We have seen the corporate outreach of the hard Left being indifferent or hostile to small business, and what may be called mum-and-dad farmers, and the traditionally religious.

They seem to be constantly travelling with access to charter flights and corporate jets.

There is an air of cosmopolitanism about them rather than any strong attachment to Australia.

Above all, they seem to endorse many or all of the far-Left ideas flowing in from the far Left of the United States.


They work closely with government, which is the dangerous aspect.

Stakeholder capitalism seems a derivation of the State capitalism practised by authoritarian regimes and perfected by Beijing when the failure of central planning led to the fall of the Soviet Union.

The self-exposure of the corporate adjunct of the hard-Left ruling class will, I believe, prove to be a serious error, one compounded by the Albanese Government enjoying a record media honeymoon and an Aboriginal industry which refuses to accept the underlying reasons for the gap.

From the announcement, my opinion here has consistently been that the referendum was doomed.
In January, when polling indicated support at 46 per cent Yes to 30 per cent No, this was widely misinterpreted as good news for the Yes case.

At that stage, Yes needed to be approaching 60 per cent.

In the 1999 republic referendum, there was little sympathy for the No case on corporate boards.

Had they campaigned for the Yes case, I believe that rather than the winning margin being 55:45, it would have been closer to 60:40.PC

David Flint

MAIN PHOTOGRAPH:  Anthony Albanese (L) & Alan Joyce. (courtesy Sky News)
RE-PUBLISHED: This article was originally published by The Spectator Australia on September 16, 2023. Re-used with permission.

6 thoughts on “Joyce the repugnant face of corporate politics

  1. We need a psychiatrist….in the sense that, with the now-exposed monumental poor governance, low prosperity and miserable living conditions in the Workers’ Paradises of the Communist satellites, North Korea, Cuba, etc., etc….how could any reasonable intellect still propose a Marxist model for governing a country?? Is that person ticked off by not succeeding in this basically free-enterprise country?
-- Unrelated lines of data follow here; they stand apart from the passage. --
"""Write the public Cranfield collection in trawl's formats, for the Cranfield checks.

The collection (1,400 aeronautics abstracts, 225 queries, judgments made by people in
the 1960s Cranfield experiments) comes from the ir_datasets package's "cranfield"
dataset, which downloads the original files on first use:

    .venv/bin/pip install ir_datasets
    .venv/bin/python scripts/cranfield.py ~/data/cranfield
    TRAWL_CRANFIELD_DIR=~/data/cranfield make test

Written: ``catalogue.jsonl`` (ids c1..c1400, type ``abstract``, title, text),
``queries.tsv`` (q1..q225) and ``qrels.txt``. Queries are numbered by their position in
the query file, which is how the judgments number them (the query file's own numbers
skip values, from memory; ids taken from them would not match the judgments). The judgments' relevance codes 1-4
(1 = complete answer ... 4 = minimum interest) become grades 5 - code, so 4 is best;
code -1 (no interest) becomes grade 0.
"""

from __future__ import annotations

import argparse
import json
from collections.abc import Iterable
from pathlib import Path
from typing import Any


def grade(code: int) -> int:
    """Relevance code of the judgments -> trawl grade (higher is better, 0 = not relevant)."""
    if code not in (-1, 1, 2, 3, 4):
        raise ValueError(f"unexpected Cranfield relevance code {code}")
    return 0 if code == -1 else 5 - code


def one_line(text: str) -> str:
    return " ".join(text.split())


def catalogue_lines(docs: Iterable[Any]) -> list[str]:
    return [json.dumps({"id": f"c{d.doc_id}", "type": "abstract", "title": one_line(d.title),
                        "text": one_line(d.text)}, ensure_ascii=False) for d in docs]


def query_lines(queries: Iterable[Any]) -> list[str]:
    return [f"q{n}\t{one_line(q.text)}" for n, q in enumerate(queries, start=1)]


def qrels_lines(qrels: Iterable[Any]) -> list[str]:
    return [f"q{r.query_id} 0 c{r.doc_id} {grade(int(r.relevance))}" for r in qrels]


def convert(dataset: Any, out: Path) -> dict[str, int]:
    """Write the three files from an ir_datasets dataset; returns the line counts."""
    out.mkdir(parents=True, exist_ok=True)
    files = {"catalogue.jsonl": catalogue_lines(dataset.docs_iter()),
             "queries.tsv": query_lines(dataset.queries_iter()),
             "qrels.txt": qrels_lines(dataset.qrels_iter())}
    for name, lines in files.items():
        (out / name).write_text("".join(line + "\n" for line in lines), encoding="utf-8")
    return {name: len(lines) for name, lines in files.items()}


def main() -> None:
    parser = argparse.ArgumentParser(description=__doc__.split("\n\n")[0])
    parser.add_argument("output", type=Path, help="folder to write the three files into")
    args = parser.parse_args()
    import ir_datasets

    counts = convert(ir_datasets.load("cranfield"), args.output)
    print(", ".join(f"{name}: {n} lines" for name, n in counts.items()))


if __name__ == "__main__":
    main()
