using System.Security.Cryptography;
using System.Text;

namespace PartsOpt.Api.Keys;

/// <summary>
/// Key text: "po_" and 32 random bytes (256 bits) in base64url, recognisable to a secret scanner. A key
/// this random needs no salt or slow hash: SHA-256 of the text is what is stored and looked up.
/// </summary>
public static class ApiKeyTokens
{
    public const string Marker = "po_";
    public const int MaxLength = 100;
    private const int RandomBytes = 32;
    private const int PrefixLength = 10;

    public static string Generate() =>
        Marker + Convert.ToBase64String(RandomNumberGenerator.GetBytes(RandomBytes))
            .TrimEnd('=').Replace('+', '-').Replace('/', '_');

    public static byte[] Hash(string key) => SHA256.HashData(Encoding.UTF8.GetBytes(key));

    /// <summary>What a list shows of a key: enough to tell keys apart, far too little to guess the rest.</summary>
    public static string PrefixOf(string key) => key[..Math.Min(PrefixLength, key.Length)];

    public static bool Matches(byte[] stored, byte[] presented) => CryptographicOperations.FixedTimeEquals(stored, presented);
}
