using Microsoft.AspNetCore.Http.HttpResults;
using Microsoft.EntityFrameworkCore;
using PartsOpt.Api.Movements;
using PartsOpt.Api.Persistence;

namespace PartsOpt.Api.Keys;

/// <summary>
/// /api/v1/keys, admin only: create (the key text is in the 201 answer and nowhere else, ever), list, read,
/// revoke. Revoking is DELETE or POST …/revoke; the row stays, so the name stays taken and the history stays
/// readable. The last active admin key cannot be revoked (nobody could create another).
/// Creation takes no Idempotency-Key on purpose: replaying the answer would mean storing the key text.
/// </summary>
public static class KeysEndpoints
{
    public static IEndpointRouteBuilder MapKeys(this IEndpointRouteBuilder app)
    {
        var keys = app.MapGroup("/api/v1/keys").WithTags("Keys").RequireAuthorization(Policies.Admin);

        keys.MapPost("/", Create).WithName("CreateKey")
            .WithSummary("Creates a key; the answer holds the key text, shown this once only.")
            .ProducesValidationProblem()
            .ProducesProblem(StatusCodes.Status409Conflict);
        keys.MapGet("/", List).WithName("ListKeys")
            .WithSummary("Every key, active or not, without the key text.");
        keys.MapGet("/{id:int}", Get).WithName("GetKey")
            .WithSummary("One key, without the key text.")
            .ProducesProblem(StatusCodes.Status404NotFound);
        keys.MapDelete("/{id:int}", Revoke).WithName("RevokeKey")
            .WithSummary("Revokes a key at once; it answers 401 from the next request on.")
            .ProducesProblem(StatusCodes.Status404NotFound)
            .ProducesProblem(StatusCodes.Status409Conflict);
        keys.MapPost("/{id:int}/revoke", Revoke).WithName("RevokeKeyByPost")
            .WithSummary("The same as DELETE, for clients that cannot send DELETE.")
            .ProducesProblem(StatusCodes.Status404NotFound)
            .ProducesProblem(StatusCodes.Status409Conflict);
        return app;
    }

    private static async Task<Results<Created<CreatedKeyDto>, ValidationProblem, ProblemHttpResult>> Create(
        CreateKeyInput input, PartsOptDbContext db, HttpContext http, TimeProvider clock, CancellationToken ct)
    {
        var now = clock.GetUtcNow().UtcDateTime;
        if (KeyRules.Validate(input, now) is { Count: > 0 } errors)
            return TypedResults.ValidationProblem(errors);
        var name = input.Name!;
        if (await db.ApiKeys.AnyAsync(k => k.Name == name, ct))
            return NameTaken(name);

        var (key, text) = NewKey(name, input.Roles!.Select(r => r!), input.ExpiresAt?.UtcDateTime, Actor.Of(http), now);
        db.ApiKeys.Add(key);
        try
        {
            await db.SaveChangesAsync(ct);
        }
        catch (DbUpdateException)
        {
            db.ChangeTracker.Clear();
            if (await db.ApiKeys.AnyAsync(k => k.Name == name, ct))
                return NameTaken(name); // lost a race with another create of the same name
            throw;
        }
        return TypedResults.Created($"/api/v1/keys/{key.Id}",
            new CreatedKeyDto(key.Id, key.Name, key.Prefix, key.RoleList, key.CreatedAtUtc, key.ExpiresAtUtc, text));
    }

    /// <summary>A new key row and its text; the row holds only the hash.</summary>
    internal static (ApiKey Key, string Text) NewKey(string name, IEnumerable<string> roles, DateTime? expiresAtUtc,
        string createdBy, DateTime nowUtc)
    {
        var text = ApiKeyTokens.Generate();
        return (new ApiKey
        {
            Name = name,
            Prefix = ApiKeyTokens.PrefixOf(text),
            Hash = ApiKeyTokens.Hash(text),
            Roles = string.Join(' ', roles.Distinct()),
            CreatedBy = createdBy,
            CreatedAtUtc = nowUtc,
            ExpiresAtUtc = expiresAtUtc,
        }, text);
    }

    private static async Task<Ok<List<KeyDto>>> List(PartsOptDbContext db, TimeProvider clock, CancellationToken ct)
    {
        var now = clock.GetUtcNow().UtcDateTime;
        var keys = await db.ApiKeys.AsNoTracking().OrderBy(k => k.Id).ToListAsync(ct);
        return TypedResults.Ok(keys.ConvertAll(k => KeyDto.From(k, now)));
    }

    private static async Task<Results<Ok<KeyDto>, ProblemHttpResult>> Get(
        int id, PartsOptDbContext db, TimeProvider clock, CancellationToken ct)
    {
        var key = await db.ApiKeys.AsNoTracking().SingleOrDefaultAsync(k => k.Id == id, ct);
        return key is null ? NoSuchKey(id) : TypedResults.Ok(KeyDto.From(key, clock.GetUtcNow().UtcDateTime));
    }

    private static async Task<Results<NoContent, ProblemHttpResult>> Revoke(
        int id, PartsOptDbContext db, HttpContext http, TimeProvider clock, CancellationToken ct)
    {
        var now = clock.GetUtcNow().UtcDateTime;
        var key = await db.ApiKeys.SingleOrDefaultAsync(k => k.Id == id, ct);
        if (key is null)
            return NoSuchKey(id);
        if (key.RevokedAtUtc is not null)
            return TypedResults.NoContent(); // already revoked: the same outcome, the first revocation stands
        if (key.IsActiveAt(now) && KeyRoles.Expand(key.RoleList).Contains(KeyRoles.Admin))
        {
            var admins = await db.ApiKeys.AsNoTracking()
                .Where(k => k.RevokedAtUtc == null && (k.ExpiresAtUtc == null || k.ExpiresAtUtc > now)).ToListAsync(ct);
            if (admins.Count(k => k.RoleList.Contains(KeyRoles.Admin)) <= 1)
                return TypedResults.Problem(statusCode: StatusCodes.Status409Conflict, title: "The last admin key stays.",
                    detail: "Create another admin key before revoking this one.");
        }
        key.RevokedAtUtc = now;
        key.RevokedBy = Actor.Of(http);
        await db.SaveChangesAsync(ct);
        return TypedResults.NoContent();
    }

    private static ProblemHttpResult NameTaken(string name) =>
        TypedResults.Problem(statusCode: StatusCodes.Status409Conflict, title: "The name is taken.",
            detail: $"A key named '{name}' exists or existed; names stay unique so the ledger's actors do.");

    private static ProblemHttpResult NoSuchKey(int id) =>
        TypedResults.Problem(statusCode: StatusCodes.Status404NotFound, title: "No such key.", detail: $"There is no key {id}.");
}
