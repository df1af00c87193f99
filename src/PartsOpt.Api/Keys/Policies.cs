using Microsoft.AspNetCore.Authorization;

namespace PartsOpt.Api.Keys;

/// <summary>
/// Authorisation policies, one per role (see docs/security.md for the table). A group opts in with one call:
/// <c>group.RequireAuthorization(Policies.Admin)</c>, or <c>group.RequireAccess(Policies.Viewer, Policies.Designer)</c>
/// for "read with one role, write with another". Endpoints with no policy still need a valid key (the
/// fallback policy); only <c>AllowAnonymous()</c> endpoints (health) are open.
/// </summary>
public static class Policies
{
    public const string Viewer = KeyRoles.Viewer;
    public const string Designer = KeyRoles.Designer;
    public const string Stockkeeper = KeyRoles.Stockkeeper;
    public const string Admin = KeyRoles.Admin;

    public static IServiceCollection AddKeyAuthorization(this IServiceCollection services)
    {
        services.AddAuthentication(ApiKeyAuthenticationHandler.SchemeName)
            .AddScheme<Microsoft.AspNetCore.Authentication.AuthenticationSchemeOptions, ApiKeyAuthenticationHandler>(
                ApiKeyAuthenticationHandler.SchemeName, null);
        var authorization = services.AddAuthorizationBuilder()
            .SetFallbackPolicy(new AuthorizationPolicyBuilder(ApiKeyAuthenticationHandler.SchemeName).RequireAuthenticatedUser().Build());
        foreach (var role in KeyRoles.All)
            authorization.AddPolicy(role, policy => policy.RequireAuthenticatedUser().RequireRole(role));
        return services;
    }

    /// <summary>
    /// Reads (GET, HEAD) need <paramref name="readPolicy"/>, every other method <paramref name="writePolicy"/>.
    /// An endpoint whose methods are unknown gets the write policy.
    /// </summary>
    public static TBuilder RequireAccess<TBuilder>(this TBuilder builder, string readPolicy, string writePolicy)
        where TBuilder : IEndpointConventionBuilder
    {
        builder.Add(endpoint =>
        {
            var methods = endpoint.Metadata.OfType<IHttpMethodMetadata>().LastOrDefault()?.HttpMethods;
            var reads = methods is { Count: > 0 } && methods.All(m => HttpMethods.IsGet(m) || HttpMethods.IsHead(m));
            endpoint.Metadata.Add(new AuthorizeAttribute(reads ? readPolicy : writePolicy));
        });
        return builder;
    }
}
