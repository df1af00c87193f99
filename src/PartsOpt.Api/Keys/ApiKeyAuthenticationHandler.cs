using System.Globalization;
using System.Security.Claims;
using System.Text.Encodings.Web;
using Microsoft.AspNetCore.Authentication;
using Microsoft.AspNetCore.Mvc;
using Microsoft.EntityFrameworkCore;
using Microsoft.Extensions.Options;
using PartsOpt.Api.Persistence;

namespace PartsOpt.Api.Keys;

/// <summary>
/// The "ApiKey" scheme: <c>Authorization: Bearer po_…</c>, looked up by its SHA-256 in the ApiKeys table on
/// every request (no cache), so a revocation or an expiry takes effect on the very next request. Failures
/// answer 401 (no key, unknown, expired or revoked) or 403 (a valid key without the role) as problem details.
/// </summary>
internal sealed class ApiKeyAuthenticationHandler(
    IOptionsMonitor<AuthenticationSchemeOptions> options, ILoggerFactory logger, UrlEncoder encoder,
    PartsOptDbContext db, TimeProvider clock, IProblemDetailsService problems)
    : AuthenticationHandler<AuthenticationSchemeOptions>(options, logger, encoder)
{
    public const string SchemeName = "ApiKey";
    public const string KeyIdClaim = "partsopt:key-id";
    private const string BearerPrefix = "Bearer ";
    private string? _failure;

    protected override async Task<AuthenticateResult> HandleAuthenticateAsync()
    {
        var header = Request.Headers.Authorization.ToString();
        if (header.Length == 0)
            return AuthenticateResult.NoResult();
        if (!header.StartsWith(BearerPrefix, StringComparison.OrdinalIgnoreCase))
            return Fail("The Authorization header must be 'Bearer <key>'.");
        var text = header[BearerPrefix.Length..].Trim();
        if (text.Length is 0 or > ApiKeyTokens.MaxLength)
            return Fail("The key is not valid.");

        var hash = ApiKeyTokens.Hash(text);
        var key = await db.ApiKeys.AsNoTracking().SingleOrDefaultAsync(k => k.Hash == hash, Context.RequestAborted);
        if (key is null || !ApiKeyTokens.Matches(key.Hash, hash))
            return Fail("The key is not valid.");
        var now = clock.GetUtcNow().UtcDateTime;
        if (key.RevokedAtUtc is not null)
            return Fail("The key has been revoked.");
        if (key.ExpiresAtUtc <= now)
            return Fail("The key has expired.");

        List<Claim> claims = [new(ClaimTypes.Name, key.Name), new(KeyIdClaim, key.Id.ToString(CultureInfo.InvariantCulture))];
        claims.AddRange(KeyRoles.Expand(key.RoleList).Select(role => new Claim(ClaimTypes.Role, role)));
        var principal = new ClaimsPrincipal(new ClaimsIdentity(claims, SchemeName, ClaimTypes.Name, ClaimTypes.Role));
        return AuthenticateResult.Success(new AuthenticationTicket(principal, SchemeName));
    }

    private AuthenticateResult Fail(string reason)
    {
        _failure = reason;
        return AuthenticateResult.Fail(reason);
    }

    protected override async Task HandleChallengeAsync(AuthenticationProperties properties)
    {
        Response.StatusCode = StatusCodes.Status401Unauthorized;
        Response.Headers.WWWAuthenticate = _failure is null ? "Bearer" : "Bearer error=\"invalid_token\"";
        await Write(new ProblemDetails
        {
            Status = StatusCodes.Status401Unauthorized,
            Title = "An API key is needed.",
            Detail = _failure ?? "Send a key as 'Authorization: Bearer <key>'.",
        });
    }

    protected override async Task HandleForbiddenAsync(AuthenticationProperties properties)
    {
        Response.StatusCode = StatusCodes.Status403Forbidden;
        await Write(new ProblemDetails
        {
            Status = StatusCodes.Status403Forbidden,
            Title = "This key may not do that.",
            Detail = $"The key '{Context.User.Identity?.Name}' lacks the role this endpoint needs.",
        });
    }

    private async Task Write(ProblemDetails problem) =>
        await problems.WriteAsync(new ProblemDetailsContext { HttpContext = Context, ProblemDetails = problem });
}
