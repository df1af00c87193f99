using Microsoft.EntityFrameworkCore;
using Microsoft.EntityFrameworkCore.Metadata.Builders;

namespace PartsOpt.Api.Keys;

/// <summary>The ApiKeys table: names are unique for ever (a revoked key's name stays taken, so the ledger's actor stays unambiguous).</summary>
internal sealed class ApiKeyConfiguration : IEntityTypeConfiguration<ApiKey>
{
    public void Configure(EntityTypeBuilder<ApiKey> key)
    {
        key.ToTable("ApiKeys");
        key.HasKey(k => k.Id);
        key.HasIndex(k => k.Name).IsUnique();
        key.HasIndex(k => k.Hash).IsUnique();
        key.Property(k => k.Name).HasMaxLength(KeyRules.MaxNameLength);
        key.Property(k => k.Prefix).HasMaxLength(16);
        key.Property(k => k.Hash).HasMaxLength(32);
        key.Property(k => k.Roles).HasMaxLength(100);
        key.Property(k => k.CreatedBy).HasMaxLength(KeyRules.MaxNameLength);
        key.Property(k => k.RevokedBy).HasMaxLength(KeyRules.MaxNameLength);
        key.Ignore(k => k.RoleList);
        // SQLite keeps no time zone: every time written is UTC, so every time read is marked UTC.
        key.Property(k => k.CreatedAtUtc).HasConversion(v => v, v => DateTime.SpecifyKind(v, DateTimeKind.Utc));
        key.Property(k => k.ExpiresAtUtc).HasConversion(v => v, v => v.HasValue ? DateTime.SpecifyKind(v.Value, DateTimeKind.Utc) : v);
        key.Property(k => k.RevokedAtUtc).HasConversion(v => v, v => v.HasValue ? DateTime.SpecifyKind(v.Value, DateTimeKind.Utc) : v);
    }
}
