namespace PartsOpt.Api.Keys;

/// <summary>A new key: its name (the actor its changes are booked to), roles, and optionally when it expires.</summary>
public sealed record CreateKeyInput(string? Name, IReadOnlyList<string?>? Roles, DateTimeOffset? ExpiresAt);

/// <summary>A key as listed: never the key text nor its hash.</summary>
public sealed record KeyDto(
    int Id, string Name, string Prefix, IReadOnlyList<string> Roles, string CreatedBy, DateTime CreatedAtUtc,
    DateTime? ExpiresAtUtc, DateTime? RevokedAtUtc, string? RevokedBy, bool Active)
{
    public static KeyDto From(ApiKey k, DateTime nowUtc) => new(k.Id, k.Name, k.Prefix, k.RoleList, k.CreatedBy,
        k.CreatedAtUtc, k.ExpiresAtUtc, k.RevokedAtUtc, k.RevokedBy, k.IsActiveAt(nowUtc));
}

/// <summary>The answer to a creation, the only time the key text is shown: store it now, it cannot be shown again.</summary>
public sealed record CreatedKeyDto(
    int Id, string Name, string Prefix, IReadOnlyList<string> Roles, DateTime CreatedAtUtc, DateTime? ExpiresAtUtc, string Key);
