namespace PartsOpt.Api.Keys;

/// <summary>
/// The roles a key can hold. <c>designer</c> and <c>stockkeeper</c> imply <c>viewer</c>; <c>admin</c>
/// implies every role. The implied roles are added to the principal at sign-in, so a policy names one role.
/// </summary>
public static class KeyRoles
{
    public const string Viewer = "viewer";
    public const string Designer = "designer";
    public const string Stockkeeper = "stockkeeper";
    public const string Admin = "admin";

    public static readonly IReadOnlyList<string> All = [Viewer, Designer, Stockkeeper, Admin];

    public static bool IsKnown(string role) => All.Contains(role);

    /// <summary>The granted roles with every role they imply, in <see cref="All"/> order.</summary>
    public static IReadOnlyList<string> Expand(IEnumerable<string> granted)
    {
        var roles = new HashSet<string>(granted);
        if (roles.Contains(Admin))
            roles.UnionWith(All);
        if (roles.Contains(Designer) || roles.Contains(Stockkeeper))
            roles.Add(Viewer);
        return All.Where(roles.Contains).ToList();
    }
}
Did he/she not get all the Easter showbags they desired as a kiddie and are now espousing the chimera of Marxist bounty? Has this person not visited one of the countries listed above? The worst of cowboy Capitalism is massively more acceptable than the best that Communism has to offer. (eg., Cuba). Better that Capitalism and the Rule of Law go hand-in-hand to iron out the “cowboy” element that capitalism sometimes descends to. After the trials of the 20th Century of just about every form of government, from the Direct Democracy of Switzerland to the loathesome oppression of North Korea, surely any reasonably sound mind must see that a Liberal democracy beats all other contenders hollow. Start from that point and reason back as to why Australia, Singapore, Canada, Europe are so much more prosperous than all the other forms of dictatorship and Government-Domineering regimes.

  2. The gap – in 2023 8 in every 10 Australians who identify as Indigenous (2021 census 810,000) are not disadvantaged.

    This compares to all Australians and 1 in every 6 living on or below the poverty line.

    Indigenous Affairs is the primary responsibility of State Governments carried forward from when they were British Colonial Governments until 1901.

    Voice+Treaty+Truth is all about far left politics than closing the gap, however direct action within the communities where disadvantage is experienced would be far better and more cost effective.

  3. Quote: “This is not the far Left of the old communist Parties. It is the new Marxism, the new communism, which dominates so much of Western intellectual thought.

    The proponents would be outraged to be described as “new communists”. (Never say “neo-Marxists”; few will understand.) But that is exactly what they are.”

    Example being Professor Marcia Langton who has decided that Australians who refuse to support the Voice+Treaty+Truth Uluru Statement objectives are racists and stupid. Like Anthony Albanese a follower of the late Russian Revolutionary Marxist Leon Trotsky. One of the people referred to in the u-tube video that has been widely viewed as the Communist Elders he thanked for their advice.